SOURCE DATA START
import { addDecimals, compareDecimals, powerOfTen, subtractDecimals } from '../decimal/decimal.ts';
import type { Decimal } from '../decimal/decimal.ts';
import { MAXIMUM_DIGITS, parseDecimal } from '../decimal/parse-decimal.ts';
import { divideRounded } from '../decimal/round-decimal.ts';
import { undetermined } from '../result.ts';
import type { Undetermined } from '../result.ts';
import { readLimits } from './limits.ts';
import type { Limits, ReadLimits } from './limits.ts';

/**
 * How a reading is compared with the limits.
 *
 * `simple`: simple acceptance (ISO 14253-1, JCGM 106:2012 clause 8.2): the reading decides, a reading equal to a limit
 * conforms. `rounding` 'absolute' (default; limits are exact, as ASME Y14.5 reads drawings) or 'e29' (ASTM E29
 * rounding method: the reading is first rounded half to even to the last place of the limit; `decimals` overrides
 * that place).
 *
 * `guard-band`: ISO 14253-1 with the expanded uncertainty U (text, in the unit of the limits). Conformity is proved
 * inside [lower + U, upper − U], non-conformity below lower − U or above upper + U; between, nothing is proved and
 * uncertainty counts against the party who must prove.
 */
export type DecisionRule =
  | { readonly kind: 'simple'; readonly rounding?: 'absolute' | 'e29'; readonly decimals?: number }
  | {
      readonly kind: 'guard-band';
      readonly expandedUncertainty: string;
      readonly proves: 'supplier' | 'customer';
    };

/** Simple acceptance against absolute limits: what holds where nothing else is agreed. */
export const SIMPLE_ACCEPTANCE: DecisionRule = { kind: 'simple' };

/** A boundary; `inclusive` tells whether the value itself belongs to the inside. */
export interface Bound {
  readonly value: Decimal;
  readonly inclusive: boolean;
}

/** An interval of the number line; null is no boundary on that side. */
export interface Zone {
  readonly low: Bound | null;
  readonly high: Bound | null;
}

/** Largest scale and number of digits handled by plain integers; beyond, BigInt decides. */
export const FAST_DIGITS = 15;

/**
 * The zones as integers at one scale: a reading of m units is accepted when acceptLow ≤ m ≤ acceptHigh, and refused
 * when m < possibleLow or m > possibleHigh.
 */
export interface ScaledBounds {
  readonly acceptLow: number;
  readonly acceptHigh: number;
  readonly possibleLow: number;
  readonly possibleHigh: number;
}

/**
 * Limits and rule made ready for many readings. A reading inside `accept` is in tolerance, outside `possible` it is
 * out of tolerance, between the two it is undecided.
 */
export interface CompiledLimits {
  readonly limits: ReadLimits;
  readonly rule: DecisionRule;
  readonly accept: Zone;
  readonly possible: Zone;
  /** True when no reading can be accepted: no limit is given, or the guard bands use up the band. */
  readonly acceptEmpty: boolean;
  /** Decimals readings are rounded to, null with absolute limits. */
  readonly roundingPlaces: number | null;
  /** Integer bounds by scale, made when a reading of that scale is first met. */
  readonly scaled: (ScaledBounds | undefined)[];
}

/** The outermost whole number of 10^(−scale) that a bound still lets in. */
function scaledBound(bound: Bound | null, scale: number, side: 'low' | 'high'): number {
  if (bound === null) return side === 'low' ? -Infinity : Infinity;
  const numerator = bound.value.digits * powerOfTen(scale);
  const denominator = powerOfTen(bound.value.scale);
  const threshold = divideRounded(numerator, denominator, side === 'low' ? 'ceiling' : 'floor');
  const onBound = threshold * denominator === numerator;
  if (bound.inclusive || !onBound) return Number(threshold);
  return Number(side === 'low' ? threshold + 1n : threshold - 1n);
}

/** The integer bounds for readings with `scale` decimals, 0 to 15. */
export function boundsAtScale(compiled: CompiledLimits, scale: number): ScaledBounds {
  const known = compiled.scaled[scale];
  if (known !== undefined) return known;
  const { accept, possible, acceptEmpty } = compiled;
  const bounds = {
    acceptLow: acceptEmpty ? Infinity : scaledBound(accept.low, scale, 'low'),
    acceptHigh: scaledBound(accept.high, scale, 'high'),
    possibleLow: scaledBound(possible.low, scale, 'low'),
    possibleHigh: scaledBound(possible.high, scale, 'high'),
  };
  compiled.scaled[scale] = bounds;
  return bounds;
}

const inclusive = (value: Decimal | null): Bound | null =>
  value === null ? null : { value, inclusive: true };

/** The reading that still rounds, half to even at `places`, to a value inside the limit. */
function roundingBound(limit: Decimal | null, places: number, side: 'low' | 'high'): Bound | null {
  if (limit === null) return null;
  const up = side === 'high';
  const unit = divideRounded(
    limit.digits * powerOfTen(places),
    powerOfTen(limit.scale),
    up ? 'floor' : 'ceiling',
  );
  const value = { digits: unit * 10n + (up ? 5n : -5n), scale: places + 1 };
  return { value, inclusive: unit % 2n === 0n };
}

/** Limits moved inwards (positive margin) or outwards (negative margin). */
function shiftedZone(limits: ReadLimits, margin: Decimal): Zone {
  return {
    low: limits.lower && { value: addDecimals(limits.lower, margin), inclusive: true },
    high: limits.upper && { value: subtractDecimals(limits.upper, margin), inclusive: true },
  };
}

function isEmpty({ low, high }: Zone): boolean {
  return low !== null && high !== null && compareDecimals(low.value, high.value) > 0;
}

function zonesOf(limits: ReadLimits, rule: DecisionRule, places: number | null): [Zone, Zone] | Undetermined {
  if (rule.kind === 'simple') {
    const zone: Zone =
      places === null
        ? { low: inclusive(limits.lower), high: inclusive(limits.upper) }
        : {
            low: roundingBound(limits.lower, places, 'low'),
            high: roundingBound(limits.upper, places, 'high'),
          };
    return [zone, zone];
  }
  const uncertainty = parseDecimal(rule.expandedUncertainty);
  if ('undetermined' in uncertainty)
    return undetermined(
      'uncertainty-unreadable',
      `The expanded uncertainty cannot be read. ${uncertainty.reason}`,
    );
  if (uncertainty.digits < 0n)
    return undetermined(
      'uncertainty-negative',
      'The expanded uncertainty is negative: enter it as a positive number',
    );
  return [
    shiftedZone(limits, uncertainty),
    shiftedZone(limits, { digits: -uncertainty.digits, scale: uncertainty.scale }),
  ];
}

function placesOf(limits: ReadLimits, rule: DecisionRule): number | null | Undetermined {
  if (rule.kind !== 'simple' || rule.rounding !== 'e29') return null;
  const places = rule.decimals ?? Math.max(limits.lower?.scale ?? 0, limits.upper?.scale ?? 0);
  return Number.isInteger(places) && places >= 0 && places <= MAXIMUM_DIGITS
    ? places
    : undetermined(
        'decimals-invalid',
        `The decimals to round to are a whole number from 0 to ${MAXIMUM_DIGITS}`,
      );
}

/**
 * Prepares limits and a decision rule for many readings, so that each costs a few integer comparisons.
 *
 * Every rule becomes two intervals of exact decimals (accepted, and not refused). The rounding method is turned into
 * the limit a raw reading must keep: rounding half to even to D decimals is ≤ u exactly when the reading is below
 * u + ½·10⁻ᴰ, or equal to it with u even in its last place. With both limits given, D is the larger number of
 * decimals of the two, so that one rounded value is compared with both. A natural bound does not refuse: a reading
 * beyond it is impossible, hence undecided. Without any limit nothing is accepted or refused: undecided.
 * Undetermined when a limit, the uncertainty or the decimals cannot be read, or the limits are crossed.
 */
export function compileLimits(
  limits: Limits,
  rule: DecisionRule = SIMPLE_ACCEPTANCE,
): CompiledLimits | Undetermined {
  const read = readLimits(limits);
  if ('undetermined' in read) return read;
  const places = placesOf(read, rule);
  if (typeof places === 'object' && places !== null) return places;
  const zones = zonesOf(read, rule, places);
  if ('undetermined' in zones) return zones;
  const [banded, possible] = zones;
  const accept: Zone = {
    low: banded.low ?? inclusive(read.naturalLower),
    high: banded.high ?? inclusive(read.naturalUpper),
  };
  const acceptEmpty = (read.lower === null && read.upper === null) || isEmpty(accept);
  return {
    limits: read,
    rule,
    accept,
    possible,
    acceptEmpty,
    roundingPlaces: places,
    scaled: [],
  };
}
SOURCE DATA END
EXERCISE BRIEF:
Whenever the word "acceptHigh" shows up in a line of the entries, list that line.

SOLUTION:
 * The zones as integers at one scale: a reading of m units is accepted when acceptLow ≤ m ≤ acceptHigh, and refused
  readonly acceptHigh: number;
    acceptHigh: scaledBound(accept.high, scale, 'high'),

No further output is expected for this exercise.